The Windows 2000 Magazine Lab conducted benchmark tests of the Compaq ProLiant 8000, a server with eight 550MHz Pentium III Xeon processors, to determine its CPU scalability under Windows NT Server, Enterprise Edition in various application environments. We report our conclusions in the Windows 2000 Magazine Lab Report, "ProLiant 8000," March 2000. Our testing and tuning procedures using Microsoft SQL Server 7.0 Enterprise Edition and Microsoft Internet Information Server (IIS) 4.0 workloads follow.
We configured the test system with 4GB of RAM, a Compaq 4250ES RAID controller, twenty-one 9GB Compaq 10,000rpm Ultra-2 LVD disk drives (model BD00911934), and two Compaq model 3131 dual-port fast Ethernet controllers. We left the 32MB cache that is standard with the 4250ES array controller at its default allocation of 50 percent read and 50 percent write back cache. We defined a 4GB NTFS boot volume (C drive) on a RAID 0 array comprising the first three drives on SCSI channel 1. Then we defined the balance of that RAID 0 array, approximately 22GB, as a second volume (E drive), and we placed a 4GB paging file on the array.
We combined three more drives on SCSI channel 1 into another RAID 0 array and allocated the array’s full 26GB as H drive for database log files. We combined 14 drives on SCSI channels 2 and 3 into another RAID 0 array, which we allocated as a 121GB F volume and used as the primary database location. We reserved the last of the 21 drives as a spare.
We configured all RAID 0 arrays with a 128KB stripe size and formatted logical drive C with NT’s default 512-byte allocation unit. We also formatted logical drives E, F, and H as NTFS partitions with a 16KB allocation unit.

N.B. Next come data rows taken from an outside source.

#include "ext/results.h"

#include <algorithm>

namespace ladderline {
namespace {

constexpr std::string_view kProfile[] = {  // box_cox_profile, yeo_johnson_profile
    "lambda",  "low",    "high",        "level",      "log_likelihood", "rows",     "missing",
    "outside", "simple", "simple_spec", "p_identity", "p_log",          "at_limit", "note"};
constexpr std::string_view kScan[] = {  // re_expression_scan
    "candidates", "rows", "missing", "outside", "reading"};
constexpr std::string_view kNormality[] = {  // jarque_bera, shapiro_wilk and their kin
    "statistic", "p_value", "rows", "missing", "note"};
constexpr std::string_view kAudit[] = {  // value_audit
    "leading_zero", "rows",         "missing",   "blank",      "integer",
    "real",         "numeric_text", "date_like", "other_text", "blob",
    "zero",         "negative",     "least",     "largest",    "examples"};
constexpr std::string_view kShape[] = {  // shape_summary
    "zeros",          "rows",    "missing", "negatives", "least",    "lower_quartile",  "median",
    "upper_quartile", "largest", "mean",    "sd",        "skewness", "excess_kurtosis", "reading"};
constexpr std::string_view kHistogram[] = {"bins", "rows", "missing"};   // histogram_bins
constexpr std::string_view kQuantiles[] = {"pairs", "rows", "missing"};  // quantile_pairs
constexpr std::string_view kComparison[] = {                             // model_compare
    "test",           "statistic",      "df1",       "df2",    "p_value",
    "aic_difference", "bic_difference", "preferred", "reading"};

constexpr ResultKeys kKinds[] = {kProfile, kScan,      kNormality, kAudit,
                                 kShape,   kHistogram, kQuantiles, kComparison};

bool Has(ResultKeys keys, std::string_view name) {
  return std::find(keys.begin(), keys.end(), name) != keys.end();
}

bool IsOfKind(const Json& result, ResultKeys keys) {
  if (!result.contains(keys.front())) return false;
  return std::all_of(result.members().begin(), result.members().end(),
                     [&](const Json::Member& member) { return Has(keys, member.key); });
}

}  // namespace

Cell CellOf(const Json& value) {
  if (value.is_number_integer()) return value.get<std::int64_t>();
  if (value.is_number()) return value.get<double>();
  if (value.is_string()) return value.get<std::string>();
  return {};
}

std::optional<ResultFact> FactOfResult(std::string_view text, std::string_view name) {
  const Result<Json> result = Json::Parse(text);
  if (!result.ok() || !result.value().is_object()) return std::nullopt;
  for (const ResultKeys keys : kKinds) {
    if (!IsOfKind(result.value(), keys)) continue;
    ResultFact fact{.keys = keys, .known = Has(keys, name), .value = {}};
    const Json* value = result.value().Find(name);
    if (fact.known && value != nullptr) {
      const bool has_parts = value->is_array() || value->is_object();
      fact.value = has_parts ? Cell(value->dump()) : CellOf(*value);
    }
    return fact;
  }
  return std::nullopt;
}

}  // namespace ladderline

To compare the relative scalability of the Profusion architecture with the older 4-way Intel 450NX PCIset architecture, we ran a series of tests with a Compaq ProLiant 7000 system, which we configured much like the ProLiant 8000. Like the ProLiant 8000, the ProLiant 7000 system had 4GB of RAM and a three-channel RAID controller (Compaq model 3100ES). The ProLiant 7000 had eighteen 9GB Compaq 10,000rpm Wide Ultra SCSI3 disk drives (Compaq model HD0093172C), and two Compaq model NC3122 dual-port Fast Ethernet controllers. We combined the first three drives on SCSI channel 1 to create a RAID 0 array with two logical volumes. Logical drive C was a 4GB boot drive. The balance of the array, approximately 22GB, was logical drive E and contained a 4GB paging file. We combined the other three drives on SCSI channel 1 to create another RAID 0 array, which we allocated as a 26GB drive H and used for database logging. We used the 12 drives on SCSI channels 2 and 3 to create a third 101GB RAID 0 array, which we fully allocated to NT as drive F and used for primary database data storage. Like on the ProLiant 8000, we configured each of the ProLiant 7000’s arrays with a 128KB stripe size and formatted all volumes for NTFS. We formatted drive C, the boot drive, with a 512-byte allocation unit and formatted the other volumes with a 16KB allocation unit.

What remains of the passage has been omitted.